J'aime les Belges

06/01/11 à 17:35 - Mise à jour à 17:35

Ca va sentir le Plat pays. Et pas qu'un peu ici. Le grand Jacques est convoqué une (nouvelle) fois par La Une (c'est une rediffusion) pour confier au monde sa douloureuse origine belge.

Un documentaire de France Brel.

Ce vendredi 7 janvier à 20.50 sur La Une.

J'aime les Belges

Douloureuse, parce que Brel semble aussi tiraillé que paradoxal quand il évoque sa belgitude, quand il raconte ses racines, son pays. Sa fille, la réalisatrice de ce documentaire parfois un peu longuet mais éclairant, ne s'appelle-t-elle pas France... Au fil des images d'archive, de ces confidences lâchées par l'un des plus grands artistes locaux du XXe siècle, on a l'impression que Brel anone, se contredit, quand il lance "notre pays est fantastique", "la Belgique est une vue de l'esprit, un pays artificiel", "je suis flamand", "toutes mes chansons sont belges" et on en passe. Comme si Brel, né et élevé à Bruxelles, aimait profondément ses origines tout en se débattant frénétiquement contre elles. Ainsi d'un Jacques s'épanouissant avec l'accent bruxellois autour de lui, mais interdisant à ses filles de se l'approprier.
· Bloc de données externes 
"""Cumulative heat Q(t) and heat-release rate P(t) of a long run in a leaky box, with uncertainty.

The semi-adiabatic method family (EN 196-9, RILEM TC 119, NT BUILD 388) balances the heat a
sample releases against what warms the box and what leaks out:

    Q(t) = C·(T(t) − T(0)) + G·∫₀ᵗ (T − T_env) dt,        P(t) = dQ/dt = C·dT/dt + G·(T − T_env)

with C the heat capacity of everything that warms (box, contents *and* the sample itself) and G
the heat-loss coefficient (:mod:`heatlog.profile.heatloss`). The integral is a cumulative
trapezoid sum (vectorised; a million samples take milliseconds). P(t) is the slope of Q over a
centred window (``rate_window_s``), because differentiating 1-s readings sample by sample only
amplifies noise.

Uncertainty (GUM, JCGM 100:2008, inputs uncorrelated): at every sample the standard
uncertainty of Q combines

* u(C)·(T − T(0)), or with G from a cooling fit (G = k·C) u(C)·(T − T(0) + k·I) and u(k)·C·I;
* u(G)·I with I = ∫(T − T_env)dt — it grows with the integral;
* u(T_env)·G·t — an offset of the environment reading relative to the sample probe leaks into the
  integral at every second, so it grows with elapsed time;
* the readings: C·√2·u_r for T(0) and T(t), and G·u_r·√(Σ Δt²) in the integral, where u_r
  combines the noise (from second differences) and the reading step (q/√12);
* the integration rule: the trapezoid sum against the same sum on every other sample
  (Richardson, |I_h − I_2h|/3), taken as a rectangular half-width;
* the probe's time constant τ, when its lag was corrected: u(τ)·(C·(s(t) − s(0)) + G·(T_p(t) −
  T_p(0))) with s the smoothed slope, and what the smoothing may flatten, C·τ·|s_w − s_2w|/3 as a
  rectangular half-width (:mod:`heatlog.profile.lag`);
* gaps bridged on request: half the interpolated contribution as a rectangular half-width
  (common practice, no source).

:meth:`HeatProfile.budget` gives the full :class:`heatlog.gum.Budget` at any sample.
"""

from __future__ import annotations

import math
from dataclasses import dataclass
from functools import cached_property

import numpy as np

from heatlog.errors import InputError
from heatlog.gum import SQRT3, Budget, Component, Input, quantisation
from heatlog.profile.heatloss import HeatLoss
from heatlog.profile.lag import LagCorrection
from heatlog.profile.logcheck import GapPolicy, Segment
from heatlog.profile.noise import reading_noise

SQRT2 = math.sqrt(2.0)


def _richardson_error(
    excess: np.ndarray, t: np.ndarray, keep: np.ndarray, fine_cum: np.ndarray
) -> np.ndarray:
    """|I_h − I_2h|/3 per sample: trapezoid on all samples against every other sample."""
    n = t.size
    te, xe = t[::2], excess[::2]
    # A coarse step is skipped when either fine interval inside it is skipped.
    k_pad = np.append(keep, True)
    keep_c = k_pad[0 : 2 * (te.size - 1) : 2] & k_pad[1 : 2 * (te.size - 1) : 2]
    inc = 0.5 * (xe[1:] + xe[:-1]) * np.diff(te) * keep_c
    coarse = np.concatenate(([0.0], np.cumsum(inc)))
    err_even = np.abs(fine_cum[::2] - coarse) / 3.0
    return np.repeat(err_even, 2)[:n]


@dataclass(frozen=True, eq=False)
class HeatProfile:
    """Q(t) and P(t) on one log segment, with what the uncertainty needs at every sample."""

    time_s: np.ndarray
    temp_C: np.ndarray
    env_C: np.ndarray
    heat_capacity: Input
    loss: HeatLoss
    u_env_K: float
    u_reading_K: float
    noise_K: float
    resolution_K: float
    rate_window_s: float
    gap_policy: GapPolicy
    rise_K: np.ndarray  # T − T(0)
    loss_integral_Ks: np.ndarray  # ∫(T − T_env)dt, excluded gaps skipped
    elapsed_s: np.ndarray  # time integrated over (excluded gaps skipped)
    sum_dt2_s2: np.ndarray  # Σ Δt² up to each sample (noise in the integral)
    integration_err_Ks: np.ndarray  # Richardson estimate of the trapezoid error
    bridged_Ks: np.ndarray  # cumulative ∫ across bridged gaps (policy "interpolate")
    skipped_Ks: np.ndarray  # cumulative ∫ across excluded gaps, by interpolation (not in Q)
    first_incomplete: int  # first sample after an excluded gap (size if none)
    lag: LagCorrection | None = None  # the probe-lag correction applied to temp_C, if any

    @cached_property
    def heat_J(self) -> np.ndarray:
        """Q(t) in J (positive: released by the sample)."""
        return self.heat_capacity.value * self.rise_K + self.loss.G_W_per_K * self.loss_integral_Ks

    def _contributions(self, idx: slice | int) -> list[tuple[Component, np.ndarray]]:
        c, g = self.heat_capacity, self.loss
        rise, integ = self.rise_K[idx], self.loss_integral_Ks[idx]
        rows: list[tuple[Component, np.ndarray]] = []
        if g.rate_per_s is not None and g.u_rate_per_s is not None:
            k = g.rate_per_s
            rows.append(
                (
                    Component("C (heat capacity)", c.value, c.u, 0.0, "J/K", note="G = k·C"),
                    rise + k * integ,
                )
            )
            rows.append(
                (Component("k = G/C (cooling fit)", k, g.u_rate_per_s, 0.0, "1/s"), c.value * integ)
            )
        else:
            rows.append(
                (Component("C (heat capacity)", c.value, c.u, 0.0, "J/K", note=c.note), rise)
            )
            rows.append(
                (
                    Component(
                        "G (heat-loss coefficient)",
                        g.G_W_per_K,
                        g.u_G_W_per_K,
                        0.0,
                        "W/K",
                        note=g.source,
                    ),
                    integ,
                )
            )
        rows.append(
            (
                Component(
                    "T_env offset vs sample probe",
                    0.0,
                    self.u_env_K,
                    0.0,
                    "K",
                    note="grows with elapsed time",
                ),
                -g.G_W_per_K * self.elapsed_s[idx],
            )
        )
        rows.append(
            (
                Component(
                    "readings T(0), T(t)",
                    0.0,
                    SQRT2 * self.u_reading_K,
                    0.0,
                    "K",
                    note=f"noise {self.noise_K:.2g} K, step {self.resolution_K:g} K",
                ),
                np.full_like(rise, c.value, dtype=float),
            )
        )
        rows.append(
            (
                Component("reading noise in ∫(T − T_env)dt", 0.0, self.u_reading_K, 0.0, "K"),
                g.G_W_per_K * np.sqrt(self.sum_dt2_s2[idx]),
            )
        )
        rows.append(
            (
                Component(
                    "integration rule (trapezoid)",
                    0.0,
                    1.0 / SQRT3,
                    0.0,
                    "",
                    note="|I_h − I_2h|/3 as half-width",
                ),
                g.G_W_per_K * self.integration_err_Ks[idx],
            )
        )
        if self.lag is not None:
            lag = self.lag
            slope, meas = lag.slope_K_per_s[idx], lag.measured_C[idx]
            rows.append(
                (
                    Component(
                        "probe time constant τ",
                        lag.tau.value,
                        lag.tau.u,
                        0.0,
                        "s",
                        note=f"lag corrected, T = T_probe + τ·dT/dt; {lag.tau.note}".rstrip("; "),
                    ),
                    c.value * (slope - lag.slope_K_per_s[0])
                    + g.G_W_per_K * (meas - lag.measured_C[0]),
                )
            )
            if lag.smoothing_K is not None:
                rows.append(
                    (
                        Component(
                            "probe-lag slope smoothing",
                            0.0,
                            1.0 / SQRT3,
                            0.0,
                            "",
                            note="τ·|s_w − s_2w|/3 as half-width",
                        ),
                        c.value * np.abs(lag.smoothing_K[idx] - lag.smoothing_K[0]),
                    )
                )
        if self.gap_policy is GapPolicy.INTERPOLATE:
            rows.append(
                (
                    Component(
                        "bridged gaps",
                        0.0,
                        0.5 / SQRT3,
                        0.0,
                        "",
                        note="half the interpolated loss as half-width, common practice, no source",
                    ),
                    g.G_W_per_K * np.abs(self.bridged_Ks[idx]),
                )
            )
        return rows

    @cached_property
    def u_heat_J(self) -> np.ndarray:
        """Standard uncertainty of Q(t) at every sample (J)."""
        var = np.zeros_like(self.heat_J)
        for comp, sens in self._contributions(slice(None)):
            var += (np.asarray(sens) * comp.u) ** 2
        return np.sqrt(var)

    def budget(self, index: int = -1, *, sample_g: Input | None = None) -> Budget:
        """The GUM budget of Q (J), or of Q/m (J/g) with the sample mass, at one sample."""
        i = int(index) % self.time_s.size
        comps = [
            Component(
                c.name, c.value, c.u, float(np.asarray(s)), c.unit, c.dof, c.evaluation, c.note
            )
            for c, s in self._contributions(i)
        ]
        q = float(self.heat_J[i])
        at = f"at {self.time_s[i] - self.time_s[0]:.0f} s"
        if sample_g is None:
            return Budget(f"Q {at}", q, "J", tuple(comps))
        m = sample_g.value
        scaled = [
            Component(c.name, c.value, c.u, c.sensitivity / m, c.unit, c.dof, c.evaluation, c.note)
            for c in comps
        ]
        scaled.append(Component("sample mass", m, sample_g.u, -q / m**2, "g", note=sample_g.note))
        return Budget(f"Q/m {at}", q / m, "J/g", tuple(scaled))

    @cached_property
    def rate_W(self) -> np.ndarray:
        """P(t) in W: slope of Q over a centred window; NaN where the window meets a skipped gap."""
        t, q = self.time_s, self.heat_J
        half = 0.5 * self.rate_window_s
        lo = np.maximum(t - half, t[0])
        hi = np.minimum(t + half, t[-1])
        rate = (np.interp(hi, t, q) - np.interp(lo, t, q)) / (hi - lo)
        if self.first_incomplete < t.size:
            skipped = np.flatnonzero(np.diff(self.skipped_Ks) != 0)
            for i in skipped:
                rate[(hi > t[i]) & (lo < t[i + 1])] = np.nan
        return rate

    def u_rate_at(self, index: np.ndarray | int) -> np.ndarray:
        """Standard uncertainty of P (W) at the given samples, from u(C), u(G), u(T_env), noise."""
        idx = np.atleast_1d(np.asarray(index))
        t, y, env = self.time_s, self.temp_C, self.env_C
        ti = t[idx]
        half = 0.5 * self.rate_window_s
        lo = np.maximum(ti - half, t[0])
        hi = np.minimum(ti + half, t[-1])
        slope = (np.interp(hi, t, y) - np.interp(lo, t, y)) / (hi - lo)
        c, g = self.heat_capacity, self.loss
        var = (slope * c.u) ** 2 + ((y[idx] - env[idx]) * g.u_G_W_per_K) ** 2
        var += (g.G_W_per_K * self.u_env_K) ** 2
        var += (c.value * SQRT2 * self.u_reading_K / (hi - lo)) ** 2
        if self.lag is not None:
            # ∂P/∂τ = C·d²T/dt²: the window's change of the smoothed slope
            s = self.lag.slope_K_per_s
            curv = (np.interp(hi, t, s) - np.interp(lo, t, s)) / (hi - lo)
            var += (c.value * self.lag.tau.u * curv) ** 2
        return np.sqrt(var)

    @cached_property
    def u_rate_W(self) -> np.ndarray:
        """Standard uncertainty of P(t) at every sample (W)."""
        return self.u_rate_at(np.arange(self.time_s.size))

    def to_dict(self) -> dict[str, object]:
        end = -1
        skipped = float(self.skipped_Ks[-1]) * self.loss.G_W_per_K
        return {
            "heat_J": float(self.heat_J[end]),
            "u_heat_J": float(self.u_heat_J[end]),
            "rate_window_s": self.rate_window_s,
            "reading_noise_K": self.noise_K,
            "reading_u_K": self.u_reading_K,
            "gap_policy": self.gap_policy.value,
            "heat_lost_in_skipped_gaps_J_estimate": skipped,
            "complete": self.first_incomplete >= self.time_s.size,
            "heat_capacity_J_per_K": self.heat_capacity.value,
            "u_heat_capacity_J_per_K": self.heat_capacity.u,
            "loss": self.loss.to_dict(),
            "u_env_K": self.u_env_K,
        }


def heat_profile(
    segment: Segment,
    heat_capacity: Input,
    loss: HeatLoss,
    *,
    u_env_K: float,
    resolution_K: float = 0.0,
    rate_window_s: float | None = None,
    gap_policy: GapPolicy = GapPolicy.EXCLUDE,
    lag: LagCorrection | None = None,
) -> HeatProfile:
    """Q(t), P(t) and their uncertainty on one segment from :func:`~heatlog.profile.logcheck.check_log`.

    ``rate_window_s`` defaults to the larger of 10 median steps and 1/200 of the segment
    (common practice, no source). ``lag``, when the segment's temperatures were corrected for
    the probe's time constant (:func:`heatlog.profile.lag.correct_lag`), puts u(τ) in the budget.
    """
    if not (math.isfinite(heat_capacity.value) and heat_capacity.value > 0):
        raise InputError(
            f"the heat capacity must be a positive number of J/K, got {heat_capacity.value:g}"
        )
    if not (u_env_K >= 0 and resolution_K >= 0):
        raise InputError("uncertainties and the reading step must be zero or positive")
    t, y, env = segment.time_s, segment.temp_C, segment.env_C
    if rate_window_s is None:
        rate_window_s = max(10.0 * segment.median_step_s, segment.duration_s / 200.0)
    if not rate_window_s > 0:
        raise InputError(f"the rate window must be positive, got {rate_window_s:g} s")
    dt = np.diff(t)
    skip = segment.excluded(gap_policy)
    keep = ~skip
    excess = y - env
    inc = 0.5 * (excess[1:] + excess[:-1]) * dt
    zero = np.zeros(1)
    fine = np.concatenate((zero, np.cumsum(np.where(keep, inc, 0.0))))
    gap_mask = np.zeros_like(skip)
    gap_mask[[g.index for g in segment.gaps]] = True
    bridged = np.concatenate((zero, np.cumsum(np.where(gap_mask & keep, inc, 0.0))))
    skipped = np.concatenate((zero, np.cumsum(np.where(skip, inc, 0.0))))
    first_incomplete = int(np.argmax(skip)) + 1 if skip.any() else t.size
    noise = reading_noise(y)
    u_read = math.hypot(noise, quantisation(resolution_K))
    return HeatProfile(
        time_s=t,
        temp_C=y,
        env_C=env,
        heat_capacity=heat_capacity,
        loss=loss,
        u_env_K=u_env_K,
        u_reading_K=u_read,
        noise_K=noise,
        resolution_K=resolution_K,
        rate_window_s=float(rate_window_s),
        gap_policy=gap_policy,
        rise_K=y - y[0],
        loss_integral_Ks=fine,
        elapsed_s=np.concatenate((zero, np.cumsum(np.where(keep, dt, 0.0)))),
        sum_dt2_s2=np.concatenate((zero, np.cumsum(np.where(keep, dt * dt, 0.0)))),
        integration_err_Ks=_richardson_error(excess, t, keep, fine),
        bridged_Ks=bridged,
        skipped_Ks=skipped,
        first_incomplete=first_incomplete,
        lag=lag,
    )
Déroulé entre chansons, entretiens avec l'homme de la Mancha (il faut rester jusqu'au générique pour entendre son irrésistible version brusseleir de La Quête), conversations avec les proches sur fond d'images d'archives, le film de France Brel a l'intelligence de rester scotché à son sujet, celui du rapport entre son père et la Belgique. Tout simplement, d'abord, parce que cette thématique semble inépuisable dans l'esprit de l'auteur des Flamingants, de Bruxelles ou d'Il neige sur Liège. Et ensuite, parce qu'elle est indissociable de son oeuvre et de sa vie, lui qui affirmait qu'on passait une existence à compenser son enfance, enfance qui, dans son Bruxelles à lui, eut l'apparence grise d'un triste automne éternel. On peut ne pas aimer Brel ou être irrité par certaines de ses chansons, mais le voir disserter sur le pays avec la force de son intelligence et avec cette relation amour-haine qu'il entretient avec la Belgique, méritait assurément qu'on mette ce documentaire en exergue, dans une période où la nation toute entière se remet en question. D'autant qu'il sera suivi d'un film dédié à l'une des plus célèbres photos de la chanson française, celle où 3 génies (Brel-Brassens-Ferré) sont réunis dans une station radio pour une papote de géants.